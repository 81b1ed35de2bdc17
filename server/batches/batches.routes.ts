import { Router } from 'express';
import type { DataSource } from 'typeorm';
import { z } from 'zod';
import { batchListQuerySchema, batchStartSchema, batchUpdateSchema } from '../../shared/schemas/batches';
import { uuidSchema } from '../../shared/schemas/common';
import { blendRequestSchema } from '../../shared/schemas/journal';
import { cellarHandler } from '../http/handle';
import { batchOperationRoutes } from './batch-operations.routes';
import { getBatch, listBatches } from './batch-reads.service';
import { blendBatches } from './blend.service';
import { deleteBatch } from './delete.service';
import { batchFamily } from './family.service';
import { startBatch } from './start.service';
import { updateBatch } from './update.service';

const batchParams = z.object({ batchId: uuidSchema });

/**
 * /api/cellars/:cellarId/batches — list, start, blend, read, edit, delete; the journal
 * operations on one batch live in batch-operations.routes.ts.
 */
export function batchRoutes(ds: DataSource): Router {
  const router = Router({ mergeParams: true });
  const cellar = cellarHandler(ds);
  router.get(
    '/',
    cellar({ query: batchListQuerySchema }, ({ query }, actor, tx) => listBatches(actor, tx, query)),
  );
  router.post(
    '/',
    cellar({ body: batchStartSchema }, async ({ body }, actor, tx, req, res) => {
      const result = await startBatch(actor, tx, body);
      res.status(201);
      return result;
    }),
  );
  // Before the /:batchId routes, so "blends" is never read as a batch id.
  router.post(
    '/blends',
    cellar({ body: blendRequestSchema }, async ({ body }, actor, tx, req, res) => {
      const result = await blendBatches(actor, tx, body);
      res.status(201);
      return result;
    }),
  );
  router.get(
    '/:batchId',
    cellar({ params: batchParams }, ({ params }, actor, tx) => getBatch(actor, tx, params.batchId)),
  );
  router.get(
    '/:batchId/family',
    cellar({ params: batchParams }, ({ params }, actor, tx) => batchFamily(actor, tx, params.batchId)),
  );
  router.patch(
    '/:batchId',
    cellar({ params: batchParams, body: batchUpdateSchema }, ({ params, body }, actor, tx) => updateBatch(actor, tx, params.batchId, body)),
  );
  router.delete(
    '/:batchId',
    cellar({ params: batchParams }, ({ params }, actor, tx) => deleteBatch(actor, tx, params.batchId)),
  );
  router.use('/:batchId', batchOperationRoutes(ds));
  return router;
}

### About this exercise
Nothing but a number is expected: how many lines in the listing above contain "batchListQuerySchema"?

### Task response
2